理论是如果你有一个足够大的表,操作是常数时间,即它不依赖于你拥有的实际元素的数量。在实践中,当然,您拥有的元素越多,发生的冲突就越多。

std::map uses a binary tree. There is no need to define a hash function for an object, just strictly ordered comparison. On insertion it recurses down the tree to find the insertion point (and whether there are any duplicates) and adds the node, and may need to rebalance the tree so the depth of leaves is never more than 1 apart. Rebalancing time is relative to the depth of the tree too so all these operations are O(log N) where N is the number of elements.

std::map 使用二叉树。不需要为对象定义散列函数,只需严格有序的比较。在插入时,它在树上递归以找到插入点(以及是否有任何重复项)并添加节点,并且可能需要重新平衡树,因此叶子的深度永远不会超过 1。重新平衡时间也与树的深度有关,因此所有这些操作都是 O(log N),其中 N 是元素的数量。

The advantages of hash is the complexity The advantages of the tree is:

hash的优点是复杂度树的优点是:

  • Totally scalable. It only uses what it needs, no need for a huge table or to pre-empt the size of the table, although hash may require less "baggage" per element than a tree.
  • No need to hash first, which for a good function can take longer than the comparisons would if the data set is not large.
  • 完全可扩展。它只使用它需要的东西,不需要一个巨大的表或抢占表的大小,尽管哈希可能比树需要更少的每个元素的“行李”。
  • 不需要先散列,如果数据集不大,那么对于一个好的函数来说,这可能比比较花费的时间更长。
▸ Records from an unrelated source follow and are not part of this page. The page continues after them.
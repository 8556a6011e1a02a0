// Controlled values of the DataCite Metadata Schema 4.x used by Lobeline's citation records (SCIENCE.md §11.3).
// The lists are the schema's own controlled lists as far as Lobeline uses them, written down [from memory] of the
// DataCite 4.x documentation (appendix "Controlled list definitions"); confirm at schema.datacite.org before a
// release. resourceTypeGeneral is always "Dataset" here (SCIENCE.md §11.3).

export const DATACITE_SCHEMA_VERSION = '4.7'; // SCIENCE.md §11.3: current version
export const DATACITE_NAMESPACE = 'http://datacite.org/schema/kernel-4';
export const DATACITE_XSD = 'https://schema.datacite.org/meta/kernel-4/metadata.xsd';

export const NAME_TYPES = ['Personal', 'Organizational'] as const;

export const RELATED_IDENTIFIER_TYPES = [
  'ARK',
  'arXiv',
  'bibcode',
  'CSTR',
  'DOI',
  'EAN13',
  'EISSN',
  'Handle',
  'IGSN',
  'ISBN',
  'ISSN',
  'ISTC',
  'LISSN',
  'LSID',
  'PMID',
  'PURL',
  'RRID',
  'UPC',
  'URL',
  'URN',
  'w3id',
] as const;
export type RelatedIdentifierType = (typeof RELATED_IDENTIFIER_TYPES)[number];

export const RELATION_TYPES = [
  'IsCitedBy',
  'Cites',
  'IsSupplementTo',
  'IsSupplementedBy',
  'IsContinuedBy',
  'Continues',
  'IsDescribedBy',
  'Describes',
  'HasMetadata',
  'IsMetadataFor',
  'HasVersion',
  'IsVersionOf',
  'IsNewVersionOf',
  'IsPreviousVersionOf',
  'IsPartOf',
  'HasPart',
  'IsPublishedIn',
  'IsReferencedBy',
  'References',
  'IsDocumentedBy',
  'Documents',
  'IsCompiledBy',
  'Compiles',
  'IsVariantFormOf',
  'IsOriginalFormOf',
  'IsIdenticalTo',
  'IsReviewedBy',
  'Reviews',
  'IsDerivedFrom',
  'IsSourceOf',
  'IsRequiredBy',
  'Requires',
  'IsObsoletedBy',
  'Obsoletes',
  'IsCollectedBy',
  'Collects',
  'HasTranslation',
  'IsTranslationOf',
] as const;
export type RelationType = (typeof RELATION_TYPES)[number];

export const FUNDER_IDENTIFIER_TYPES = ['Crossref Funder ID', 'GRID', 'ISNI', 'ROR', 'Other'] as const;
export type FunderIdentifierType = (typeof FUNDER_IDENTIFIER_TYPES)[number];

export const DESCRIPTION_TYPES = [
  'Abstract',
  'Methods',
  'SeriesInformation',
  'TableOfContents',
  'TechnicalInfo',
  'Other',
] as const;

export const DATE_TYPES = [
  'Accepted',
  'Available',
  'Copyrighted',
  'Collected',
  'Coverage',
  'Created',
  'Issued',
  'Submitted',
  'Updated',
  'Valid',
  'Withdrawn',
  'Other',
] as const;

/** resourceTypeGeneral values [memory], "Poster" and "Presentation" added in 4.7 (SCIENCE.md §11.3). */
export const RESOURCE_TYPE_GENERAL = [
  'Audiovisual',
  'Award',
  'Book',
  'BookChapter',
  'Collection',
  'ComputationalNotebook',
  'ConferencePaper',
  'ConferenceProceeding',
  'DataPaper',
  'Dataset',
  'Dissertation',
  'Event',
  'Image',
  'Instrument',
  'InteractiveResource',
  'Journal',
  'JournalArticle',
  'Model',
  'OutputManagementPlan',
  'PeerReview',
  'PhysicalObject',
  'Poster',
  'Presentation',
  'Preprint',
  'Project',
  'Report',
  'Service',
  'Software',
  'Sound',
  'Standard',
  'StudyRegistration',
  'Text',
  'Workflow',
  'Other',
] as const;
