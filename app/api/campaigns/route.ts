// GET /api/campaigns[?teamId=|?scope=all]: campaigns of a team with shift and scan counts, and its open shifts.
// POST /api/campaigns: creates a campaign in the current (or given) team (analysts and PIs).
import { apiRoute, jsonResponse } from '@/lib/api/route';
import { getCurrentTeamId } from '@/lib/auth/current-team';
import { listTeams } from '@/lib/db/queries/accounts';
import { createCampaign, listCampaigns, listOpenShifts } from '@/lib/db/queries/campaigns';
import { AppError } from '@/lib/errors';
import { authorize, can, roleInTeam } from '@/lib/policy';
import { createCampaignBody, listCampaignsQuery } from './schema';

export const dynamic = 'force-dynamic';

export const GET = apiRoute({ query: listCampaignsQuery }, async ({ actor, query }) => {
  let teamIds: number[];
  let teamId: number | null = null;
  if (query.scope === 'all') {
    authorize(actor, 'campaign.metadata');
    teamIds = (await listTeams()).map((t) => t.id);
  } else if (query.teamId) {
    teamId = query.teamId;
    authorize(actor, 'campaign.view', { teamId });
    teamIds = [teamId];
  } else {
    teamId = await getCurrentTeamId(actor);
    if (teamId) teamIds = [teamId];
    else if (can(actor, 'campaign.metadata')) teamIds = (await listTeams()).map((t) => t.id);
    else teamIds = [];
  }
  const [campaigns, openShifts] = await Promise.all([listCampaigns({ teamIds }), listOpenShifts({ teamIds })]);
  return {
    teamId,
    /** True when the caller sees these as a steward (metadata), not as a team member. */
    metadataOnly: teamIds.some((id) => roleInTeam(actor, id) === null),
    campaigns,
    openShifts,
  };
});

export const POST = apiRoute({ body: createCampaignBody }, async ({ actor, body, ip }) => {
  const teamId = body.teamId ?? (await getCurrentTeamId(actor));
  if (!teamId) {
    throw new AppError('bad_request:campaign', {
      message: 'Choose a team first: you are not a member of any team.',
      details: ['teamId: Choose a team.'],
    });
  }
  authorize(actor, 'campaign.create', { teamId });
  const { id } = await createCampaign(
    {
      teamId,
      name: body.name,
      target: body.target,
      wavelengthNm: body.wavelengthNm,
      experimentKind: body.experimentKind,
      description: body.description,
    },
    { userId: actor.userId, email: actor.email, ip },
  );
  return jsonResponse({ campaign: { id, teamId } }, { status: 201 });
});
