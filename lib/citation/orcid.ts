// ORCID identifiers (C10 citation metadata). An ORCID iD is 16 characters in four groups of four, the last one a
// check character computed with ISO/IEC 7064 MOD 11-2 over the first 15 digits (ORCID's "Structure of the ORCID
// Identifier" support page describes the algorithm and gives 0000-0002-1825-0097 as its example). The canonical
// form is the https://orcid.org/ URI; people type the bare 16 characters too, with or without that prefix.

const ORCID_SHAPE = /^(\d{4})-?(\d{4})-?(\d{4})-?(\d{3}[\dX])$/;

/** The ISO 7064 MOD 11-2 check character ("0"–"9" or "X") of a string of base digits. */
export function mod11_2CheckChar(baseDigits: string): string {
  if (!/^\d+$/.test(baseDigits)) throw new RangeError('mod11_2CheckChar: base must be decimal digits');
  let total = 0;
  for (const ch of baseDigits) total = (total + Number(ch)) * 2;
  const result = (12 - (total % 11)) % 11;
  return result === 10 ? 'X' : String(result);
}

/**
 * The 16-character hyphenated form (`0000-0002-1825-0097`) of an ORCID iD typed by someone, or null when it does
 * not have the shape of one or its check character is wrong. Accepts the https://orcid.org/ (or http) prefix,
 * spaces and a lowercase x.
 */
export function normalizeOrcid(input: string): string | null {
  const bare = input
    .trim()
    .replace(/^https?:\/\/(www\.)?orcid\.org\//i, '')
    .replace(/\s+/g, '')
    .toUpperCase();
  const m = ORCID_SHAPE.exec(bare);
  if (!m) return null;
  const digits = `${m[1]}${m[2]}${m[3]}${m[4]}`;
  if (mod11_2CheckChar(digits.slice(0, 15)) !== digits[15]) return null;
  return `${m[1]}-${m[2]}-${m[3]}-${m[4]}`;
}

/** Why an ORCID iD was refused, in words (for the form). */
export function orcidProblem(input: string): string | null {
  const bare = input
    .trim()
    .replace(/^https?:\/\/(www\.)?orcid\.org\//i, '')
    .replace(/\s+/g, '')
    .toUpperCase();
  if (!ORCID_SHAPE.test(bare)) return 'An ORCID iD has 16 characters in four groups, e.g. 0000-0002-1825-0097.';
  if (normalizeOrcid(bare) === null)
    return 'The last character of this ORCID iD does not match its check digit (ISO 7064 MOD 11-2): look for a typo.';
  return null;
}

export const orcidUri = (orcid: string) => `https://orcid.org/${orcid}`;
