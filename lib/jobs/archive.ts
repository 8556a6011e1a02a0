// The archive queue `lobeline-archive` (C10, issue 14): one job per file and direction, `archive-<id>` or
// `restore-<id>`, run by lib/stewardship/archive.ts runMove (idempotent steps: copy → verify → mark → remove). A
// worker killed mid-copy stops renewing its lock; after ARCHIVE_LOCK_MS another worker's stalled-job check takes the
// job back and runMove resumes it. MariaDB holds the truth (raw_files.archive_state); each worker's sweep re-queues
// files left `archiving`/`restoring` whose job the queue no longer holds (Redis lost its data, the add failed).
import { type Job, Queue, UnrecoverableError, Worker } from 'bullmq';
import { z } from 'zod';
import { AppError } from '@/lib/errors';
import { log } from '@/lib/log';
import { createRedisConnection } from '@/lib/queue/connection';
import { filesInMotion, giveUpMove, type MoveHooks, MoveRefusedError, runMove } from '@/lib/stewardship/archive';

const alog = log.child({ surface: 'archive', part: 'worker' });

export const ARCHIVE_QUEUE = 'lobeline-archive';
export const ARCHIVE_ATTEMPTS = 6;
export const ARCHIVE_BACKOFF_MS = 5_000;
/** Lock of a running job: the copy and the hashing await between parts and ranges, so the lock timer keeps it. */
export const ARCHIVE_LOCK_MS = 10_000;
export const ARCHIVE_STALLED_INTERVAL_MS = 5_000;
/** The sweep re-queues files that have been moving for longer than this without a job in the queue. */
export const ARCHIVE_SWEEP_MIN_AGE_MS = 60_000;
export const ARCHIVE_SWEEP_EVERY_MS = 5 * 60_000;

export const archiveJobDataSchema = z.object({
  rawFileId: z.number().int().positive(),
  kind: z.enum(['archive', 'restore']),
});
export type ArchiveJobData = z.infer<typeof archiveJobDataSchema>;

export function archiveJobId(data: ArchiveJobData): string {
  return `${data.kind}-${data.rawFileId}`;
}

type Cache = { queue?: Queue<ArchiveJobData> };
const g = globalThis as typeof globalThis & { __lobelineArchiveQueue?: Cache };
if (!g.__lobelineArchiveQueue) g.__lobelineArchiveQueue = {};
const state: Cache = g.__lobelineArchiveQueue;

export function getArchiveQueue(): Queue<ArchiveJobData> {
  if (!state.queue) {
    state.queue = new Queue<ArchiveJobData>(ARCHIVE_QUEUE, {
      connection: createRedisConnection('archive-queue', { mode: 'fail-fast' }),
      defaultJobOptions: {
        attempts: ARCHIVE_ATTEMPTS,
        backoff: { type: 'exponential', delay: ARCHIVE_BACKOFF_MS },
        removeOnComplete: true,
        removeOnFail: true,
      },
    });
  }
  return state.queue;
}

/** Queues the move of one file (a second add while the job waits or runs is the same job). */
export async function enqueueMove(data: ArchiveJobData): Promise<void> {
  try {
    await getArchiveQueue().add(data.kind, archiveJobDataSchema.parse(data), { jobId: archiveJobId(data) });
  } catch (err) {
    throw new AppError('unavailable:queue', { cause: err, retryAfterSeconds: 60 });
  }
}

export async function closeArchiveQueue(): Promise<void> {
  const q = state.queue;
  state.queue = undefined;
  if (q) await q.close();
}

/** Re-queues files left moving without a job (deterministic ids: a job still queued is not doubled). */
export async function sweepMovingFiles(minAgeMs = ARCHIVE_SWEEP_MIN_AGE_MS): Promise<number> {
  const files = await filesInMotion(minAgeMs);
  for (const f of files) await enqueueMove({ rawFileId: f.id, kind: f.kind });
  return files.length;
}

export interface ArchiveWorkerOptions {
  name?: string;
  concurrency?: number;
  /** Awaited after each copied part of a multipart copy (the interrupted-copy test stops the worker here). */
  onCopyPart?: MoveHooks['onCopyPart'];
  /** `false` turns the sweep off (tests that count jobs). */
  sweep?: { everyMs?: number; minAgeMs?: number } | false;
}

function handler(options: ArchiveWorkerOptions) {
  return async (job: Job<ArchiveJobData>): Promise<{ outcome: string }> => {
    const parsed = archiveJobDataSchema.safeParse(job.data);
    if (!parsed.success) throw new UnrecoverableError(`malformed job payload for ${job.id}`);
    const { rawFileId, kind } = parsed.data;
    try {
      const outcome = await runMove(rawFileId, kind, {
        progress: (f) => job.updateProgress(Math.round(f * 100)),
        onCopyPart: options.onCopyPart,
      });
      return { outcome };
    } catch (err) {
      const last = err instanceof MoveRefusedError || job.attemptsMade + 1 >= (job.opts.attempts ?? ARCHIVE_ATTEMPTS);
      if (last) {
        const reason = err instanceof MoveRefusedError ? err.message : 'The file store or the database kept failing.';
        await giveUpMove(rawFileId, kind, reason).catch((e) =>
          alog.error('could not record a failed move', { rawFileId, kind, err: e }),
        );
      }
      if (err instanceof MoveRefusedError) throw new UnrecoverableError(err.message);
      throw err;
    }
  };
}

/** Starts an archive worker in this process; `close()` waits for the running job. */
export function startArchiveWorker(options: ArchiveWorkerOptions = {}): {
  worker: Worker<ArchiveJobData>;
  close: () => Promise<void>;
} {
  const connection = createRedisConnection('archive-worker');
  const worker = new Worker<ArchiveJobData>(ARCHIVE_QUEUE, handler(options), {
    connection,
    concurrency: options.concurrency ?? 2,
    name: options.name,
    lockDuration: ARCHIVE_LOCK_MS,
    stalledInterval: ARCHIVE_STALLED_INTERVAL_MS,
    maxStalledCount: 3,
  });
  worker.on('error', (err) => alog.warn('archive worker error', { err }));
  worker.on('failed', (job, err) => {
    // A job that stalled too often never reached the handler's catch block.
    if (!job || !/stalled/i.test(err?.message ?? '')) return;
    const data = archiveJobDataSchema.safeParse(job.data);
    if (data.success) void giveUpMove(data.data.rawFileId, data.data.kind, 'The worker stopped several times mid-job.');
  });
  let timer: NodeJS.Timeout | null = null;
  if (options.sweep !== false) {
    const sweep = () =>
      void sweepMovingFiles(options.sweep ? options.sweep.minAgeMs : undefined).catch((err) =>
        alog.warn('archive sweep failed', { err }),
      );
    timer = setInterval(sweep, (options.sweep ? options.sweep.everyMs : undefined) ?? ARCHIVE_SWEEP_EVERY_MS);
    timer.unref();
    sweep();
  }
  let closed = false;
  return {
    worker,
    close: async () => {
      if (closed) return;
      closed = true;
      if (timer) clearInterval(timer);
      await worker.close();
      await connection.quit().catch(() => connection.disconnect());
    },
  };
}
One other issue with std::mapis that it uses a single strictly-ordered comparison function whilst a "compare" function that returned -1, 0 or 1 would be a lot more efficient, particularly with the most commonly used key type, std::string, which already has this function implemented (it is char_traits::compare). (This inefficiency is based on the premise that to check that x==y, you check x<yand y<xso you do two comparisons. You would do this just once per lookup).

另一个问题std::map是它使用单个严格排序的比较函数,而返回 -1、0 或 1 的“比较”函数效率更高,特别是对于最常用的键类型 std::string,已经实现了这个功能(它是char_traits::compare)。(这种效率低下的前提是要检查x==y、检查 、x<y然后y<x进行两次比较。每次查找只执行一次)。

回答by Erik

mapis a red-black tree, O(log(n))access time. hash_map(which is not standard, however unordered_mapwill become standard) uses (conceptually) a hash of the key as an index in an array of linked lists, and therefore has a best-case access time of O(1)and a worst case of O(n).
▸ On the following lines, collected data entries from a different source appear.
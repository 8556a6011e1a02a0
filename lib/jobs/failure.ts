// Why a reduction failed, in words a physicist understands, and whether trying again could help.
// Problems of the file or of the chosen versions are permanent (no retry); problems of the services (S3, MariaDB,
// Redis) are transient and retried with back-off.

import { isAppError } from '@/lib/errors';
import { ScanFileRefusedError, ScanReadError } from '@/reduction/hdf5/problems';

/** A failure that another attempt cannot fix; the message is shown to users as it is. */
export class ReductionRefusedError extends Error {
  readonly details: string[];
  constructor(message: string, details: string[] = []) {
    super(message);
    this.name = 'ReductionRefusedError';
    this.details = details;
  }
}

export interface FailureExplanation {
  /** One or more sentences for reduction_jobs.error_message, scans.status_message and the e-mail. */
  message: string;
  /** Whether another attempt may succeed. */
  transient: boolean;
}

const MAX_LISTED = 8;

/**
 * Explains an error thrown while reducing a scan.
 *
 * @param err - anything thrown
 * @returns the explanation and whether a retry makes sense
 */
export function explainFailure(err: unknown): FailureExplanation {
  if (err instanceof ReductionRefusedError) {
    const list = err.details.slice(0, MAX_LISTED).map((d) => `- ${d}`);
    return { message: [err.message, ...list].join('\n'), transient: false };
  }
  if (err instanceof ScanFileRefusedError) {
    const lines = err.problems.slice(0, MAX_LISTED).map((p) => `- ${p.message}`);
    const more = err.problems.length > MAX_LISTED ? [`- … and ${err.problems.length - MAX_LISTED} more`] : [];
    return {
      message: ['The scan file could not be used:', ...lines, ...more].join('\n'),
      transient: false,
    };
  }
  if (err instanceof ScanReadError) {
    const where = err.problem.step === undefined ? '' : ` (step ${err.problem.step})`;
    return { message: `Reading the scan file failed${where}: ${err.problem.message}`, transient: false };
  }
  if (isAppError(err)) {
    if (err.code === 'not_found:storage') {
      return {
        message: 'The raw file is missing from the file store (it may have been archived or deleted).',
        transient: false,
      };
    }
    if (err.surface === 'storage' || err.surface === 'database' || err.surface === 'queue') {
      return {
        message: `${err.userMessage} The reduction will be tried again automatically.`,
        transient: true,
      };
    }
    return { message: err.userMessage, transient: false };
  }
  if (err instanceof RangeError || err instanceof TypeError) {
    // The numerical library throws these with a sentence naming the bad value (e.g. a window outside the grid).
    return { message: `The reduction refused its input: ${err.message}`, transient: false };
  }
  const name = (err as { name?: string })?.name ?? '';
  if (/SequelizeConnection|Timeout|HostNotReachable/i.test(name) || /ECONN|ETIMEDOUT|EPIPE/.test(String(err))) {
    return {
      message:
        'A service Lobeline depends on (database or file store) did not answer. The reduction will be tried again.',
      transient: true,
    };
  }
  if (name.startsWith('Sequelize')) {
    return {
      message: 'The database refused to store or read part of the job (the details are in the worker log).',
      transient: true,
    };
  }
  const text = err instanceof Error ? err.message : String(err);
  return { message: `The reduction stopped with an unexpected error: ${text}`, transient: true };
}
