// Verification of large uploads off the web server's request path (C2): the completion route leaves the upload
// `verifying` and queues `upload-<id>` on `lobeline-upload-verify`; a worker copies the object to its stored key,
// hashes and reads the copy, and catalogues it (lib/ingest/service.ts verifyQueuedUpload). The browser polls
// GET /api/uploads/[id] for the verdict. The job is idempotent: an upload in any state but `verifying` is left alone.
import { type Job, Queue, UnrecoverableError, Worker } from 'bullmq';
import { z } from 'zod';
import { isAppError } from '@/lib/errors';
import { log } from '@/lib/log';
import { createRedisConnection } from '@/lib/queue/connection';

const vlog = log.child({ surface: 'upload', part: 'verify-worker' });

export const UPLOAD_VERIFY_QUEUE = 'lobeline-upload-verify';
export const UPLOAD_VERIFY_ATTEMPTS = 4;
export const UPLOAD_VERIFY_BACKOFF_MS = 3_000;
/**
 * The lock outlives the longest synchronous stretch of a verification (reading every frame of a large file through
 * h5wasm between two awaits), so a busy but living worker is not taken for a dead one.
 */
export const UPLOAD_VERIFY_LOCK_MS = 60_000;

export const uploadVerifyDataSchema = z.object({
  uploadId: z.number().int().positive(),
  ip: z.string().max(64).nullable(),
});
export type UploadVerifyData = z.infer<typeof uploadVerifyDataSchema>;

export const uploadVerifyJobId = (uploadId: number) => `upload-${uploadId}`;

type Cache = { queue?: Queue<UploadVerifyData> };
const g = globalThis as typeof globalThis & { __lobelineVerifyQueue?: Cache };
if (!g.__lobelineVerifyQueue) g.__lobelineVerifyQueue = {};
const state: Cache = g.__lobelineVerifyQueue;

export function getUploadVerifyQueue(): Queue<UploadVerifyData> {
  if (!state.queue) {
    state.queue = new Queue<UploadVerifyData>(UPLOAD_VERIFY_QUEUE, {
      connection: createRedisConnection('verify-queue'),
      defaultJobOptions: {
        attempts: UPLOAD_VERIFY_ATTEMPTS,
        backoff: { type: 'exponential', delay: UPLOAD_VERIFY_BACKOFF_MS },
        // MariaDB holds the outcome (uploads); a finished entry leaves Redis so that completing again re-queues.
        removeOnComplete: true,
        removeOnFail: true,
      },
    });
  }
  return state.queue;
}

/** Queues the verification of one upload (a second call while the first job waits is the same job). */
export async function enqueueUploadVerification(data: UploadVerifyData): Promise<Job<UploadVerifyData>> {
  return getUploadVerifyQueue().add('verify', uploadVerifyDataSchema.parse(data), {
    jobId: uploadVerifyJobId(data.uploadId),
  });
}

export async function closeUploadVerifyQueue(): Promise<void> {
  const q = state.queue;
  state.queue = undefined;
  if (q) await q.close();
}

/**
 * Schedules the removal of an upload's key once every URL handed out for it has expired (PRESIGN_SECONDS, plus a
 * minute): a PUT through a still-valid URL after the upload finished can only (re)create that key, never the
 * stored one, and this removes what it left.
 */
export async function scheduleUploadLeftoverRemoval(uploadId: number, presignSeconds: number): Promise<void> {
  await getUploadVerifyQueue().add(
    'leftovers',
    { uploadId, ip: null },
    { jobId: `leftovers-${uploadId}`, delay: (presignSeconds + 60) * 1000 },
  );
}

async function handle(job: Job<UploadVerifyData>): Promise<{ outcome: string | null }> {
  if (job.name === 'leftovers') {
    const { removeUploadLeftovers } = await import('@/lib/ingest/service');
    const removed = await removeUploadLeftovers(Number(job.data.uploadId));
    return { outcome: removed ? 'removed' : null };
  }
  const parsed = uploadVerifyDataSchema.safeParse(job.data);
  if (!parsed.success) throw new UnrecoverableError(`malformed job payload for ${job.id}`);
  const { verifyQueuedUpload, giveUpQueuedVerification } = await import('@/lib/ingest/service');
  try {
    const outcome = await verifyQueuedUpload(parsed.data.uploadId, parsed.data.ip);
    return { outcome: outcome?.outcome ?? null };
  } catch (err) {
    // A refusal (size, checksum) already marked the upload failed and removed its objects: nothing to retry.
    if (isAppError(err) && err.surface === 'upload') throw new UnrecoverableError(err.message);
    const last = job.attemptsMade + 1 >= (job.opts.attempts ?? UPLOAD_VERIFY_ATTEMPTS);
    if (last) {
      await giveUpQueuedVerification(
        parsed.data.uploadId,
        'The file store or the database could not be reached while the file was verified. Send the file again to retry.',
      ).catch((e) => vlog.error('could not record a failed verification', { uploadId: parsed.data.uploadId, err: e }));
    }
    throw err;
  }
}

/** Starts a verification worker in this process; `close()` waits for the running job. */
export function startUploadVerifyWorker(options: { concurrency?: number; name?: string } = {}): {
  worker: Worker<UploadVerifyData>;
  close: () => Promise<void>;
} {
  const connection = createRedisConnection('verify-worker');
  const worker = new Worker<UploadVerifyData>(UPLOAD_VERIFY_QUEUE, handle, {
    connection,
    concurrency: options.concurrency ?? 1,
    name: options.name,
    lockDuration: UPLOAD_VERIFY_LOCK_MS,
  });
  worker.on('error', (err) => vlog.warn('verify worker error', { err }));
  let closed = false;
  return {
    worker,
    close: async () => {
      if (closed) return;
      closed = true;
      await worker.close();
      await connection.quit().catch(() => connection.disconnect());
    },
  };
}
map是一棵红黑树,O(log(n))访问时间。hash_map(这不是标准的,但unordered_map将成为标准)使用(概念上)键的散列作为链表数组中的索引,因此具有最佳情况的访问时间O(1)和最坏的情况O(n)

See http://en.wikipedia.org/wiki/Red-black_tree

http://en.wikipedia.org/wiki/Red-black_tree

回答by Matteo TeoMan Mangano

The main difference is the searching time.

主要区别在于搜索时间。

for few data is better map

对于少数数据是更好的地图

for lots of data is better hashmap

对于大量数据是更好的哈希图

anyway the tecnical answers given previously are correct.

无论如何,之前给出的技术答案是正确的。